Abigail Morrison: Communicating Ideas in Computational Neuroscience
Part of the Advances and Challenges in Computational Biology, hosted by PLoS Computational Biology
In computational neuroscience, the key ideas to be communicated are mathematical and computational models as well as data analysis methods. She will mainly focus on computational models in this talk, though what she says mostly holds for data analysis methods as well. They type of modelling being done is getting more and more complicated all of the time. And yet, there is no standardization in notation, simulation software, and best practices for describing models. As a result, we cannot reproduce the work of others or critically evaluate or compare models.
A researcher comes up with an interesting model and simulation, and then they want to publish it. So they try to write down what they did in the model. Then another researcher in a similar area reads it and wants to reproduce or build on it. Then, they run into problems: how do they figure out what parameters to use, what dynamics are present? Ultimately, the system they’re running their simulations on will probably be different, and their version of the model won’t work right. So, she’s working on a system that can be more standardized. Abigail Morrison can think of only one model, in all the times she’s worked on it, that they’ve been able to reproduce without going back to the authors.
Is it science, or is it travel reporting?
Approaches to solve this problem have to be both sociological (large collaborations with defined software and protocols) and technological (version control, high-level APIs, testing and unit testing), or even socio-technological (work together to create tools to facilitate reproducibility).
A lot of interesting work is happening with INCF and NeuralEnsemble/PyNN. INCF has been running since 2005 and tries to coordinate neuroinformatics (databases & data sharing, tool development and analysis, computational models) internationally. INCF also involved with portals, standards incl. ontologies. The Japanese node focuses on the visual side of things, and has produced Visiome, which attempts to collect both papers and figures separately as well as model parameters, simulation scripts and figure-generation scripts. This can all be downloaded, and then hopefully run it on your own system. Another project there is the Simulation Server Platform, intended to provide online test trials for simulation scripts on a virtual machine. All elements are reproduced in the VM such as OS and hardware emulation, compilers, simulation software and viewers. In this way, it supports reproducibility of results by other researchers and testing by journal reviewers.
At the German node, the main focus is to support interactions between experimental and computational neuroscientists, and focuses on collaboratively develop Open-source tools for data access and analysis. The problem is that there are many different recording devices and analysis tools, and no standardization. So, they want a unified data format, implement open source input and export functions for common data formats. Develop and provide a repo for these tools. They also want to design and implement a machine-readable declarative language to describe neural network model (like SBML) – first meeting in March 2009 so still new.

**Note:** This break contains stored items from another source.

describe('opening tasks', () => {
	it('on many claims at once, all or none, with numbers of their own', async () => {
		const claims = [await world.openClaim(), await world.openClaim(), await world.openClaim()];
		const { numbers } = await openTasks(world.as.maintainer, {
			claims: [...claims, ...claims],
			kind: 'recompute',
			assigneeId: world.wren.actor.id,
			dueOn: inDays(10),
			instructions: 'With **another** solver, see $v$.'
		});
		expect(numbers).toEqual([1, 2, 3]);
		const task = await showTask(world.wren, 2);
		expect(task).toMatchObject({
			state: 'assigned',
			assignee: { name: 'Wren Aldous' },
			claim: { number: claims[1] },
			overdue: false,
			createdBy: { name: 'Mae Maintainer' },
			submissionKinds: ['value', 'certificate', 'statement'],
			may: { take: false, start: true, submit: true, release: true, decide: false, edit: false }
		});
		expect(task.instructionsHtml).toContain('<strong>another</strong>');
		expect(await world.toldTo(world.wren)).toEqual(['task-assigned']);
		const [news] = (await listNews(world.wren, 1)).items;
		expect(news).toMatchObject({
			text: 'Mae Maintainer assigned 3 tasks to you.',
			detail: expect.stringMatching(/^Task 1 on claim 1, due .*; Task 3 on claim 3, due [^;]*\.$/),
			href: expect.stringMatching(/\/tasks\?assignee=me$/)
		});
		// One mail with all of them.
		const [facts] = await selectFacts(world.wren.db.read).where(
			eq(notifications.userId, world.wren.actor.id)
		);
		const mail = facts && notificationMail(factsOf(facts), 'https://merestone.example');
		expect(mail?.subject).toMatch(/^3 tasks are assigned to you/);
		expect(mail?.list?.items).toHaveLength(3);
		expect(mail?.action.address).toMatch(/\/tasks\?assignee=me&news=/);
		expect(facts && isStillTrue(factsOf(facts))).toBe(true);
		const [first] = claims;
		await withdrawClaim(world.as.member, first ?? 0);
		await expect(openTasks(world.as.maintainer, { claims })).rejects.toMatchObject(
			issueAt('claims', /Claim 1 is withdrawn/)
		);
		await expect(openTasks(world.as.owner, { claims: [2, 99] })).rejects.toMatchObject(
			issueAt('claims', /no claim 99 in this group/)
		);
		expect((await list(world.as.observer, 'state=all')).total).toBe(3);
	});

	it('is refused with the field at fault', async () => {
		const claims = [await world.openClaim()];
		const open = (over: object, ctx = world.as.maintainer) => openTasks(ctx, { claims, ...over });
		await expect(open({}, world.as.member)).rejects.toMatchObject(forbidden);
		await expect(open({ claims: [] })).rejects.toMatchObject(issueAt('claims', /at least one/));
		await expect(open({ dueOn: inDays(-1) })).rejects.toMatchObject(issueAt('dueOn', /is over/));
		await expect(open({ dueOn: inDays(5 * 366 + 2) })).rejects.toMatchObject(
			issueAt('dueOn', /more than 5 years ahead/)
		);
		await expect(open({ dueOn: '2027-02-30' })).rejects.toMatchObject(
			issueAt('dueOn', /year-month-day/)
		);
		for (const stranger of [world.as.observer, world.outsider]) {
			await expect(open({ assigneeId: stranger.actor.id })).rejects.toMatchObject(
				issueAt('assigneeId', /at least a member/)
			);
		}
		// The member entered the claim, so the comparison is somebody else's.
		const own = { kind: 'confirm-transcription', assigneeId: world.as.member.actor.id };
		await expect(open(own)).rejects.toMatchObject({
			...conflict,
			issues: [{ field: 'assigneeId' }]
		});
		expect((await list(world.as.observer, 'state=all')).total).toBe(0);
		expect((await open({ dueOn: inDays(0) })).numbers).toEqual([1]);
	});

	it('names every claim that the person may not compare, and opens none', async () => {
		const claims = [await world.openClaim(), await world.openClaim(), await world.openClaim()];
		const [first = 0, second = 0] = claims;
		const entered = await enterClaim(
			world.wren,
			claimFields({ printed: '2.8284', bibtex: bibtexOf(77) })
		);
		const asked = {
			kind: 'confirm-transcription',
			claims: [first, entered.number, second]
		} as const;
		const refused = await openTasks(world.as.maintainer, {
			...asked,
			claims: [...asked.claims],
			assigneeId: world.as.member.actor.id
		}).catch((error: unknown) => error);
		expect(refused).toMatchObject({
			...conflict,
			message: expect.stringMatching(/^Nothing is opened: 2 of these 3 claims/),
			issues: [
				{ field: 'assigneeId' },
				{ field: `claim-${first}`, message: expect.stringContaining(`Claim ${first} `) },
				{ field: `claim-${second}` }
			]
		});
		expect((await list(world.as.observer, 'state=all')).total).toBe(0);
	});

	it('shows in the ledger, which asks for one where machines can’t settle a claim', async () => {
		const claim = await world.openClaim();
		expect(await row(claim)).toMatchObject({ task: null, wantsTask: true });
		const number = await world.openTask(claim, { dueOn: inDays(2) });
		expect(await row(claim)).toMatchObject({
			task: { number, kind: 'recompute', state: 'open', assignee: null, overdue: false, more: 0 },
			wantsTask: false
		});
		const second = await world.openTask(claim, { kind: 'find-code' });
		await takeTask(world.wren, second);
		expect(await row(claim)).toMatchObject({
			task: { number: second, state: 'assigned', assignee: 'Wren Aldous', more: 1 }
		});
		await cancelTask(world.as.maintainer, number, 'One is enough.');
		await cancelTask(world.as.maintainer, second, 'The code is gone.');
		expect(await row(claim)).toMatchObject({ task: null, wantsTask: true });
		const rows = await tasksOfClaim(world.as.observer, claim);
		expect(rows.map(({ number: n, reason }) => [n, reason])).toEqual([
			[second, 'The code is gone.'],
			[number, 'One is enough.']
		]);
	});

	it('is offered for a discrepancy, and not for a claim that agrees', async () => {
		const enter = (fields: Partial<ClaimInput>) => enterClaim(world.as.member, fields);
		const { number: wrong } = await enter(claimFields({ printed: '2.8248', bibtex: bibtexOf(1) }));
		const { number: right } = await enter(claimFields({ bibtex: bibtexOf(2) }));
		await world.recompute();
		expect((await row(wrong))?.wantsTask).toBe(true);
		expect((await row(right))?.wantsTask).toBe(false);
	});
});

NeuralEnsemble provides hosting for open-source Python-based software projects in Neuroscience, and a key project is PyNN, a common scripting language for all simulators. This facilitates cross-checking of results between simulators, and incremental porting of a model from one simulator to another.
There’s a paper coming in PLoS later this year making a checklist of common suggestions for how network models could be described in words.

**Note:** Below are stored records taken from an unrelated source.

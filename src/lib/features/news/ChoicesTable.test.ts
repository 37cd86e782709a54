import { render, screen, within } from '@testing-library/svelte';
import { describe, expect, it } from 'vitest';
import ChoicesTable from './ChoicesTable.svelte';

describe('the table of choices', () => {
	it('has a row for each kind with one button chosen, named by kind and way', () => {
		render(ChoicesTable, {
			choices: [
				{ kind: 'mention', label: 'Somebody mentions me', delivery: 'never' },
				{ kind: 'comment', label: 'Somebody comments', delivery: 'daily' }
			]
		});
		const table = screen.getByRole('table', { name: 'How each kind of news comes by mail' });
		expect(within(table).getAllByRole('rowheader')).toHaveLength(2);
		const checked = within(table)
			.getAllByRole<HTMLInputElement>('radio')
			.filter((radio) => radio.checked);
		expect(
			checked.map((radio) => [radio.getAttribute('aria-label'), radio.name, radio.value])
		).toEqual([
			['Somebody mentions me: No mail', 'mention', 'never'],
			['Somebody comments: Daily digest', 'comment', 'daily']
		]);
	});
});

Allyson’s thoughts: what about standardization efforts for format/syntax/scope? CARMEN? MIBBI-like efforts: is the checklist effort part of MIBBI? Also, is it really “reproducibility” of results if you have to go to a VM somewhere to get it to work? Probably not, but at least it’s a first step on the road to better tyes of (more complete/generic) reproducibility.
Please note that this post is merely my notes on the presentation. They are not guaranteed to be correct, and unless explicitly stated are not my opinions. They do not reflect the opinions of my employers. Any errors you can happily assume to be mine and no-one else’s. I’m happy to correct any errors you may spot – just let me know!